_Problem to solve_: For the material below, return exactly the lines starting at the line containing "(choose from the" and ending at the line containing "def default_attribute(char) ->", both ends included, and no others.

_Supplied entries_:
··········

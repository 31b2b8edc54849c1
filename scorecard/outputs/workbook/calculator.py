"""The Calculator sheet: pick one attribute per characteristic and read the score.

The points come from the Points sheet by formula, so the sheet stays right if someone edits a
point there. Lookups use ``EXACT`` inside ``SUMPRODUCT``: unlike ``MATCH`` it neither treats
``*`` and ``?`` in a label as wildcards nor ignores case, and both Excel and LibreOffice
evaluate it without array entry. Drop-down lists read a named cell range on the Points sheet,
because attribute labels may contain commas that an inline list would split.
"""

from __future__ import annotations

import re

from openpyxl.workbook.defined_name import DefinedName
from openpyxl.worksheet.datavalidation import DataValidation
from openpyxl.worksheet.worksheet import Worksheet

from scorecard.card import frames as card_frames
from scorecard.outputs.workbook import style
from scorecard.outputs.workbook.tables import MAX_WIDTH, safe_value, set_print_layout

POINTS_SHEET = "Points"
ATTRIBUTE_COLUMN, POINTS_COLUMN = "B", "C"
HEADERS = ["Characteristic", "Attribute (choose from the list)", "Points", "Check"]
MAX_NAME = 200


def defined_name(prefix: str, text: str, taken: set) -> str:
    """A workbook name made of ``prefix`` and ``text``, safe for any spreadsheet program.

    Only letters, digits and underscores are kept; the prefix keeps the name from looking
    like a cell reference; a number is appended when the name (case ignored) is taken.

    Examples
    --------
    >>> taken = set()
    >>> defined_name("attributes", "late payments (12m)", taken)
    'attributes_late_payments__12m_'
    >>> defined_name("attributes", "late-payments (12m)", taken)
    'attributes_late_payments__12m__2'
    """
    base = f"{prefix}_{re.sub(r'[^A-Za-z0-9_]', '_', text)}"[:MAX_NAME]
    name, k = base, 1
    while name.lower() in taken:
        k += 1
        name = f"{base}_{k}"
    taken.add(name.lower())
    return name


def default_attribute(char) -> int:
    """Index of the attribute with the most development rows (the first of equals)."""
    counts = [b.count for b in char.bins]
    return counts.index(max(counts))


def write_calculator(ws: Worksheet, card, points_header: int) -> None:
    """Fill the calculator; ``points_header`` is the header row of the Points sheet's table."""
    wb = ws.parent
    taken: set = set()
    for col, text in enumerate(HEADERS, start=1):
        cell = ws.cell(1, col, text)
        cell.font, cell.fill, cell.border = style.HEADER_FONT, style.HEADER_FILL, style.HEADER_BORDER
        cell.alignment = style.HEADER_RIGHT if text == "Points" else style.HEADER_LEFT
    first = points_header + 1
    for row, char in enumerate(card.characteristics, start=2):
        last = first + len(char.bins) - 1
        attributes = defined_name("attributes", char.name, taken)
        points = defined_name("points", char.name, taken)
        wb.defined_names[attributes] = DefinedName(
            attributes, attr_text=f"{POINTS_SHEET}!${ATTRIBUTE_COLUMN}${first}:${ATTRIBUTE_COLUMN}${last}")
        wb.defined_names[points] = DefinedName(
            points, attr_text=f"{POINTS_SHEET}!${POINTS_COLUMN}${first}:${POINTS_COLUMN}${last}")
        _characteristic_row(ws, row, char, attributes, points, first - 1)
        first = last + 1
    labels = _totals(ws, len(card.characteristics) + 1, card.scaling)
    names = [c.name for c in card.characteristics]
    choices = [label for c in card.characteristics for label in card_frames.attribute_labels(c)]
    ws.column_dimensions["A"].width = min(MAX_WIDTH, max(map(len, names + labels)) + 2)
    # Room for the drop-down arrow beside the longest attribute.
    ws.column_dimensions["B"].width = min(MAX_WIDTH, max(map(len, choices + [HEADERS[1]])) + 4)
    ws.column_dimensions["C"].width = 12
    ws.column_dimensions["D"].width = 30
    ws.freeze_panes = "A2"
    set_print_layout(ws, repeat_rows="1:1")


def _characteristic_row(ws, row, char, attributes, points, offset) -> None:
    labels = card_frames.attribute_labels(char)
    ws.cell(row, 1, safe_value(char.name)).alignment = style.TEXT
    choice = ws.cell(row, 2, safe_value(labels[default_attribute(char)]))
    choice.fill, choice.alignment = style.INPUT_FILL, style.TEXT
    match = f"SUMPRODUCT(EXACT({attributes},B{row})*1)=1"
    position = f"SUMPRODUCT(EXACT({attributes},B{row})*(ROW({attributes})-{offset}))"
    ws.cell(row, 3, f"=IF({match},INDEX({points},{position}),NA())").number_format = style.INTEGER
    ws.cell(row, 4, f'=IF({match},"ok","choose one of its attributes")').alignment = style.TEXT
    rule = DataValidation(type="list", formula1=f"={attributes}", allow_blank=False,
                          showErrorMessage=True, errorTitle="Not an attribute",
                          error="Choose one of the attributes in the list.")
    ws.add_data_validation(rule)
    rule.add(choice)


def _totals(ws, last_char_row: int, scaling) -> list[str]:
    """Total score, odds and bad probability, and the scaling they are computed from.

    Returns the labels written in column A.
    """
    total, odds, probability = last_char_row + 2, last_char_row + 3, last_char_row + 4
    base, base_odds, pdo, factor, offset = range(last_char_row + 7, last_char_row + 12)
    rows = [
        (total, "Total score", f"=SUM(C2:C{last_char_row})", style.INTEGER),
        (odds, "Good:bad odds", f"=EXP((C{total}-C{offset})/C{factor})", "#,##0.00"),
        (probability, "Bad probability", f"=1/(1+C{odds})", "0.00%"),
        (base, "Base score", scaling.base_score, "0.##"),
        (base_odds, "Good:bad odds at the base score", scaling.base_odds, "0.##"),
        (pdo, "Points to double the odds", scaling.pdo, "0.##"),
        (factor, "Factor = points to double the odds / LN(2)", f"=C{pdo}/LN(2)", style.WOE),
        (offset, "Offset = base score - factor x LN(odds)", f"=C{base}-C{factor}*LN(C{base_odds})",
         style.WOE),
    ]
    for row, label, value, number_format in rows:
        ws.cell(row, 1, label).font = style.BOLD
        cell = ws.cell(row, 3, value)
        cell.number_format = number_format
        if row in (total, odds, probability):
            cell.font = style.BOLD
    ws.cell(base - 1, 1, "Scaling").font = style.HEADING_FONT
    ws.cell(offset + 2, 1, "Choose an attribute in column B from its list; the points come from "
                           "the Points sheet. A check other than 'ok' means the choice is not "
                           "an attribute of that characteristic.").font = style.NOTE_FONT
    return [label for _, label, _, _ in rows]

··········

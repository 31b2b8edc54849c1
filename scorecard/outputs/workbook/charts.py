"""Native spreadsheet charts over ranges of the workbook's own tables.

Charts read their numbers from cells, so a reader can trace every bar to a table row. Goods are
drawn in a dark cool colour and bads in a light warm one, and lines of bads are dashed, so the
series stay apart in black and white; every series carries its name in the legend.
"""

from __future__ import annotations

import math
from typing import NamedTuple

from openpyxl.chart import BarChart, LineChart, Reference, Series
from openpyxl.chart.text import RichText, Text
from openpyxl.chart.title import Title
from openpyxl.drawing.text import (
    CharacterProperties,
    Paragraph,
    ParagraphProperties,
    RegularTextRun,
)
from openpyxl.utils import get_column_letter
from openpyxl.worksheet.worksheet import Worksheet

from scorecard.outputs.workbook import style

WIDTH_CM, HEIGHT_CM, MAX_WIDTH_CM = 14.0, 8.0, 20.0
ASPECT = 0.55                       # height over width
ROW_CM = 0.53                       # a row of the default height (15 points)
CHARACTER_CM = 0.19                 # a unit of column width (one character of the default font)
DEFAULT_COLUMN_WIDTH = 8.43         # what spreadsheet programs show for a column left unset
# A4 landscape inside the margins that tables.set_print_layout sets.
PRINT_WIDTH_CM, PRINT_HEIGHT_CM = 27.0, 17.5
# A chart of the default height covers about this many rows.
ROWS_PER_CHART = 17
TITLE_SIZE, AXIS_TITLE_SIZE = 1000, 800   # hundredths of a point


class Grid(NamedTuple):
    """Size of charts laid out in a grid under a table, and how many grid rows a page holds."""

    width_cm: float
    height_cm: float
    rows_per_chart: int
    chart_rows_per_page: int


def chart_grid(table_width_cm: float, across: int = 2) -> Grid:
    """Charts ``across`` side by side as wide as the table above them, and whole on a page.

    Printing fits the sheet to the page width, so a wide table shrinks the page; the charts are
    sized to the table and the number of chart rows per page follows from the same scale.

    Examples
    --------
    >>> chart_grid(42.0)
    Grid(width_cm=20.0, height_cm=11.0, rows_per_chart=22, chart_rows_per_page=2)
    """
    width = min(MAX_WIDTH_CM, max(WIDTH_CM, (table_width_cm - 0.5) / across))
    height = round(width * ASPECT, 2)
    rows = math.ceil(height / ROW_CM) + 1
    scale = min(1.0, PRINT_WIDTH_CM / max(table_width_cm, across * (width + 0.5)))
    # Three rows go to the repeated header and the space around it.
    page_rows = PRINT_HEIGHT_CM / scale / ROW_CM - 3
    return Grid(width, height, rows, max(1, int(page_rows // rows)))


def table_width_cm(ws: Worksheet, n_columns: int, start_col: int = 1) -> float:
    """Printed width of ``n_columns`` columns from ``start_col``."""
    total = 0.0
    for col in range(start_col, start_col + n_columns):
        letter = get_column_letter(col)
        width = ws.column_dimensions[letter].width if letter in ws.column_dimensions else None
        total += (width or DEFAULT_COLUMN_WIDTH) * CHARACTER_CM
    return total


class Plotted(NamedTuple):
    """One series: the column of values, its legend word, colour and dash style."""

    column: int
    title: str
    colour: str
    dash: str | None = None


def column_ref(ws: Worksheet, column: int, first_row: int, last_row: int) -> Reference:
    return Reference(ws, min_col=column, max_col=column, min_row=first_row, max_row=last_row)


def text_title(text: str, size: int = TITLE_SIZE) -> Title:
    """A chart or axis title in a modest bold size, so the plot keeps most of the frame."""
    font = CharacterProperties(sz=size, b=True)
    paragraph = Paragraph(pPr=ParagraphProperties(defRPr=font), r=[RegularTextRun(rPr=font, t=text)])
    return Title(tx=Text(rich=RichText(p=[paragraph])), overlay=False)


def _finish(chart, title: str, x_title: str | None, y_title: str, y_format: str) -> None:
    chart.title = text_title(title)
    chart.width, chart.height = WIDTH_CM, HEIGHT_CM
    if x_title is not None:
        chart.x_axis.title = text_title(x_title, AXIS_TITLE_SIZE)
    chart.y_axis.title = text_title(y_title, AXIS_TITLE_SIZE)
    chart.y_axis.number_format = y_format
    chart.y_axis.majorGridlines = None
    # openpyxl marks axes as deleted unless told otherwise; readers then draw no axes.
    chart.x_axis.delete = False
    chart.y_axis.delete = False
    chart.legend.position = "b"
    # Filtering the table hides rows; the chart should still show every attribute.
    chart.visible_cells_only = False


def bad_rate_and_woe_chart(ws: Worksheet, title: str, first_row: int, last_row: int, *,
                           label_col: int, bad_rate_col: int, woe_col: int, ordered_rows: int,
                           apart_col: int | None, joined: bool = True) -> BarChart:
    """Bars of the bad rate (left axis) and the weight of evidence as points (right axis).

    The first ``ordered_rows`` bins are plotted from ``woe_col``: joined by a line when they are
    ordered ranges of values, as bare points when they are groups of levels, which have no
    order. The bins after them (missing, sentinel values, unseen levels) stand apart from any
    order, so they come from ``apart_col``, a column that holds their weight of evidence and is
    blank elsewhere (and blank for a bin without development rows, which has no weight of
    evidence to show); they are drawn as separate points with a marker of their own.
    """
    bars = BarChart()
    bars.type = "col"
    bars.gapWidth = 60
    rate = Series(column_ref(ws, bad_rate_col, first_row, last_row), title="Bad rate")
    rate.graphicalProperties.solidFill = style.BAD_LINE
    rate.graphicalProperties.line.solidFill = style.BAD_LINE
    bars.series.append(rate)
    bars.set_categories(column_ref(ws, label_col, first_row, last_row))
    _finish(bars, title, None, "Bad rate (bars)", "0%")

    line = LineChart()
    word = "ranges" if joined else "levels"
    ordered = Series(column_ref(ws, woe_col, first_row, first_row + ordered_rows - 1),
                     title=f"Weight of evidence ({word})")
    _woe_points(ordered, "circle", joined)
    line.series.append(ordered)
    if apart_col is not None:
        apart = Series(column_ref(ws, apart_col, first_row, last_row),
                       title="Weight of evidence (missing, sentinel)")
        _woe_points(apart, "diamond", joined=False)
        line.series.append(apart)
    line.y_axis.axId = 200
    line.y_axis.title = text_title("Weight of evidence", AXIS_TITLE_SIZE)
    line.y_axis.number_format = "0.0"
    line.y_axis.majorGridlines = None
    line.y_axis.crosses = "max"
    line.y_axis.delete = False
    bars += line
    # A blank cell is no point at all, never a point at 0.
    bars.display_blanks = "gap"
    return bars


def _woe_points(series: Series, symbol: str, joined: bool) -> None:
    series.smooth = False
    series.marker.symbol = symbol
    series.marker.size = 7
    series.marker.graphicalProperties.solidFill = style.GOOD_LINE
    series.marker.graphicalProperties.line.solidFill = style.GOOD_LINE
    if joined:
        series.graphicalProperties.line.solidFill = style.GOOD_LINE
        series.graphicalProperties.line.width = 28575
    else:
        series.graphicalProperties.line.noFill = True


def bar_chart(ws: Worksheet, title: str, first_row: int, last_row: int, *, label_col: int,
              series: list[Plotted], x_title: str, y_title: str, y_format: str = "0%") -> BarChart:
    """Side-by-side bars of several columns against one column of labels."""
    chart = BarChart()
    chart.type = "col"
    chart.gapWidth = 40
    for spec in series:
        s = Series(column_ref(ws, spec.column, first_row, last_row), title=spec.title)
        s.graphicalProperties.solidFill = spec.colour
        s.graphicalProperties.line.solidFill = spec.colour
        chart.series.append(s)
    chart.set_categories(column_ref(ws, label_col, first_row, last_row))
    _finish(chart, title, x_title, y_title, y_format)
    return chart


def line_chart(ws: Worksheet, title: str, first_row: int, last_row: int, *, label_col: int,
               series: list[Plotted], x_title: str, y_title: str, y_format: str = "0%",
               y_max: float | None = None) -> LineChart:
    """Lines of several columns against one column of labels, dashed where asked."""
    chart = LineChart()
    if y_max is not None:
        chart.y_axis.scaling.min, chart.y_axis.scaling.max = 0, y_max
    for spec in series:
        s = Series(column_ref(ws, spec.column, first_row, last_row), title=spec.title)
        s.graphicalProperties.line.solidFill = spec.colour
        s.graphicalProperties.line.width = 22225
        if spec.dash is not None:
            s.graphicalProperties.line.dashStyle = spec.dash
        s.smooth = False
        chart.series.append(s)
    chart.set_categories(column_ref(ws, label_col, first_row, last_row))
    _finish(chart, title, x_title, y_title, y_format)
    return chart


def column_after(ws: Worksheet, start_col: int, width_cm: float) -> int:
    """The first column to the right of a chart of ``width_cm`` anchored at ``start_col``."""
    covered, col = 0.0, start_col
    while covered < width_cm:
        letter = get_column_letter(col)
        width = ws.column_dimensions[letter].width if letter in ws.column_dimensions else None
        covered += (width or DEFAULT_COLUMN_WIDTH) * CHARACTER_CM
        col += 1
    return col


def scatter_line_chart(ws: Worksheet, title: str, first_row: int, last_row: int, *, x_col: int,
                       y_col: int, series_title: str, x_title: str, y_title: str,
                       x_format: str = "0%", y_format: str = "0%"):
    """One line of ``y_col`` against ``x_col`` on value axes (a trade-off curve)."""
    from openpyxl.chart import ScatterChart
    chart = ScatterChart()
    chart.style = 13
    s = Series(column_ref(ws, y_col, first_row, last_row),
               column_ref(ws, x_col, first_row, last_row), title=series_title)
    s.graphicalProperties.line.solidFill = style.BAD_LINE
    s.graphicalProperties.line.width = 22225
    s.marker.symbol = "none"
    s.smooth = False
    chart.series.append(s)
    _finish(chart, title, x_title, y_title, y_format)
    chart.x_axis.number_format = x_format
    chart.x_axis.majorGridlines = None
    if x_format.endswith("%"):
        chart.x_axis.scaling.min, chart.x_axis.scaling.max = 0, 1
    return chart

··········

_Solution for this problem_:
HEADERS = ["Characteristic", "Attribute (choose from the list)", "Points", "Check"]
MAX_NAME = 200


def defined_name(prefix: str, text: str, taken: set) -> str:
    """A workbook name made of ``prefix`` and ``text``, safe for any spreadsheet program.

    Only letters, digits and underscores are kept; the prefix keeps the name from looking
    like a cell reference; a number is appended when the name (case ignored) is taken.

    Examples
    --------
    >>> taken = set()
    >>> defined_name("attributes", "late payments (12m)", taken)
    'attributes_late_payments__12m_'
    >>> defined_name("attributes", "late-payments (12m)", taken)
    'attributes_late_payments__12m__2'
    """
    base = f"{prefix}_{re.sub(r'[^A-Za-z0-9_]', '_', text)}"[:MAX_NAME]
    name, k = base, 1
    while name.lower() in taken:
        k += 1
        name = f"{base}_{k}"
    taken.add(name.lower())
    return name


def default_attribute(char) -> int:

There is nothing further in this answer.